Exercise directions
Write out again, exactly, the lines below starting at the one with "stylesheet by its" and ending at the one with "assert len(articles(text)) == len(circuits)".

***** Given information

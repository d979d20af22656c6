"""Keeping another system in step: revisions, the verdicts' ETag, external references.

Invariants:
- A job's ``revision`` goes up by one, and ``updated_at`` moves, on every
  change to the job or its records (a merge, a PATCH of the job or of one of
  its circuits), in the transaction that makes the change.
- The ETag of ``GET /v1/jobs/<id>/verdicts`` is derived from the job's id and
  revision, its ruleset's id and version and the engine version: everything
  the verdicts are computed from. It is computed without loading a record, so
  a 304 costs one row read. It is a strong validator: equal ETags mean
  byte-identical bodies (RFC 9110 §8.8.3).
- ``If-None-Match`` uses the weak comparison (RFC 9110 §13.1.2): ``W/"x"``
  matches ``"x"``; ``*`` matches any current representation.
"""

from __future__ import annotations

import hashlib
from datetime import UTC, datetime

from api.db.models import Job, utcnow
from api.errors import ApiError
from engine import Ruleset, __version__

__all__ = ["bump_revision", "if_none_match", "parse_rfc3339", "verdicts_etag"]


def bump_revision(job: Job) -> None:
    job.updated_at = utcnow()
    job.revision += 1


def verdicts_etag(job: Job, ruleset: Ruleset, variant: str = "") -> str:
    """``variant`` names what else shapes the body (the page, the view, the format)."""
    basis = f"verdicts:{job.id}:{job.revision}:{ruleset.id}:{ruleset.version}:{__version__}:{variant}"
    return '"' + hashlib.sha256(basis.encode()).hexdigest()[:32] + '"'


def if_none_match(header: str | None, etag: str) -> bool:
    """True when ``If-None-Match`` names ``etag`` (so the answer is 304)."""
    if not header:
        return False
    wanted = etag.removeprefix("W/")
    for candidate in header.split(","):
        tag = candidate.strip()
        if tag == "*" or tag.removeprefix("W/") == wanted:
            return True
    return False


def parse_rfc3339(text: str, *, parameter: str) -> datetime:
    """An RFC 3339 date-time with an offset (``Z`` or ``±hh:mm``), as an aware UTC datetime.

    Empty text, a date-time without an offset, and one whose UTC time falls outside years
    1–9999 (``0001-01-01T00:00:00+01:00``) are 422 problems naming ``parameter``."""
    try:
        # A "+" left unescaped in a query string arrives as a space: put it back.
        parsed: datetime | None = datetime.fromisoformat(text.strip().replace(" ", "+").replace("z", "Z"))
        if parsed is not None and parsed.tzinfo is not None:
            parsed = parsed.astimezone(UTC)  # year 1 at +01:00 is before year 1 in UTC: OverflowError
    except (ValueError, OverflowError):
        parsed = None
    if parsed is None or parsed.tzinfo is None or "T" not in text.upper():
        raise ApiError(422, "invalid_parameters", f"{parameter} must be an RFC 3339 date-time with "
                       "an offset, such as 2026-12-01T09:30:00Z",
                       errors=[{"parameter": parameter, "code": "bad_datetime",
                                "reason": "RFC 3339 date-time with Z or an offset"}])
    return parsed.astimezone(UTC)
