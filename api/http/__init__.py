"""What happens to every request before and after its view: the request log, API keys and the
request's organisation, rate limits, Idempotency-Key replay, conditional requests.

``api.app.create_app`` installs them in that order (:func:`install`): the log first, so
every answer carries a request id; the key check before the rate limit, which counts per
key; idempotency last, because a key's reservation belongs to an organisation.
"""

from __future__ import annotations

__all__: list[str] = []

**********
***** Given information

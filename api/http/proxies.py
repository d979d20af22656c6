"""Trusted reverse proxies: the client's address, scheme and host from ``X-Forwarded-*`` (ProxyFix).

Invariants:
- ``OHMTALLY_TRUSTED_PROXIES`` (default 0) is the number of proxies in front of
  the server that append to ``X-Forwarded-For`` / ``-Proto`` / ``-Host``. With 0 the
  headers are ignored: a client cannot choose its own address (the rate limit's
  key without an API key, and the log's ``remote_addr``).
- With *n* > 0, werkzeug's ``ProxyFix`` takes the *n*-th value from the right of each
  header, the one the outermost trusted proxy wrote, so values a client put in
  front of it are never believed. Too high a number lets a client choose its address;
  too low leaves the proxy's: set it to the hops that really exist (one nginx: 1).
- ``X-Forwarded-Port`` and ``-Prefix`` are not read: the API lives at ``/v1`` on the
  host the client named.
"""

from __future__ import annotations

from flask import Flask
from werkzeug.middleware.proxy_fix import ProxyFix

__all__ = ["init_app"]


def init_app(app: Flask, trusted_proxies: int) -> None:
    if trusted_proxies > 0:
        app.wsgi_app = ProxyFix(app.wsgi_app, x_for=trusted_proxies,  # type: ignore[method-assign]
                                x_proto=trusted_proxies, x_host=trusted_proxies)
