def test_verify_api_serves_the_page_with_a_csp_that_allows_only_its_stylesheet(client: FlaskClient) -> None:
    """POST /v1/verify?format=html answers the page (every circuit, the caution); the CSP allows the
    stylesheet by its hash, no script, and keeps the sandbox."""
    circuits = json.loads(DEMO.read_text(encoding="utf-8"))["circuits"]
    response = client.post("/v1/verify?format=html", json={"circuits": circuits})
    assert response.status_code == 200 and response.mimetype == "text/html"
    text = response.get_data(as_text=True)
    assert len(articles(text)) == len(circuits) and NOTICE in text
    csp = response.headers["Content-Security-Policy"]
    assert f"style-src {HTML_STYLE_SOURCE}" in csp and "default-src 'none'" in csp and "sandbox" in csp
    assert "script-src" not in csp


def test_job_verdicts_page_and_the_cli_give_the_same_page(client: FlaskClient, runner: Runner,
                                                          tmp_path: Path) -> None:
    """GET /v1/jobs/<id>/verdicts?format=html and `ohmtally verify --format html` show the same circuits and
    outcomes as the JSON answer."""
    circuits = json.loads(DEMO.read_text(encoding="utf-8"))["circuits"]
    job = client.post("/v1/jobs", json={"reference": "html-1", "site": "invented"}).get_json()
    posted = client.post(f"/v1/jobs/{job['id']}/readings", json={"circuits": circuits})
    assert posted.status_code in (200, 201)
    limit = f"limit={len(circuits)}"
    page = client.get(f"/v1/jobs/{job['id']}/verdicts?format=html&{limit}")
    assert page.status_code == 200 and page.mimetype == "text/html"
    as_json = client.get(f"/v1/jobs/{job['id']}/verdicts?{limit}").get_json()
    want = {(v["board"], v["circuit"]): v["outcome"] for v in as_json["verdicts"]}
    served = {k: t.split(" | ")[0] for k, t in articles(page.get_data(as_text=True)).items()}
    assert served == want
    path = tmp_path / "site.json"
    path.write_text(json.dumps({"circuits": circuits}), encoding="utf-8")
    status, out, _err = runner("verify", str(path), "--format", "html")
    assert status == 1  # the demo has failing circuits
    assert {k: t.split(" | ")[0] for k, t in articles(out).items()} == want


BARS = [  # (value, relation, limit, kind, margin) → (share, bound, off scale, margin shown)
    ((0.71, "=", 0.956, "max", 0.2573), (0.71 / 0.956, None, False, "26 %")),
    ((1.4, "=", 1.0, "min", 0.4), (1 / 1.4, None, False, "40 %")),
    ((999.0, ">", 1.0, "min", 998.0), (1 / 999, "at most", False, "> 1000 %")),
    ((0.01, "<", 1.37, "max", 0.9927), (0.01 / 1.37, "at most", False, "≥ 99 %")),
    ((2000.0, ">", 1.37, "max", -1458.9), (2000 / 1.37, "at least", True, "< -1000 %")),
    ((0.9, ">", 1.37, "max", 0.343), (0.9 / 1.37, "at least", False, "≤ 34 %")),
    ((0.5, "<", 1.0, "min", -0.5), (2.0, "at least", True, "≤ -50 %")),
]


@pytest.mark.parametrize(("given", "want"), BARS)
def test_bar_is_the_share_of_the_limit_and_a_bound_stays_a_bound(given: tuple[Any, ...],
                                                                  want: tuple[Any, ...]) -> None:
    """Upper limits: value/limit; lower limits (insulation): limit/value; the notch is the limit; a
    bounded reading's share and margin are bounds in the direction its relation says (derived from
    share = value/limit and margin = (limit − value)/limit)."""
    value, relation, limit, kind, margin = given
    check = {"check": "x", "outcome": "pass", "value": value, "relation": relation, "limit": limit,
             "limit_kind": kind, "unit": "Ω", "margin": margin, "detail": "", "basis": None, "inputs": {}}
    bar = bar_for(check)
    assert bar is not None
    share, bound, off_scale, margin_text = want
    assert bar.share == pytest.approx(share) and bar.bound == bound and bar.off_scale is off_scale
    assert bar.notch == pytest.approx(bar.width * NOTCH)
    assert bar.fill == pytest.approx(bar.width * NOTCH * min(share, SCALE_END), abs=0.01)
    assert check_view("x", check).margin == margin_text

**********

Response
    stylesheet by its hash, no script, and keeps the sandbox."""
    circuits = json.loads(DEMO.read_text(encoding="utf-8"))["circuits"]
    response = client.post("/v1/verify?format=html", json={"circuits": circuits})
    assert response.status_code == 200 and response.mimetype == "text/html"
    text = response.get_data(as_text=True)
    assert len(articles(text)) == len(circuits) and NOTICE in text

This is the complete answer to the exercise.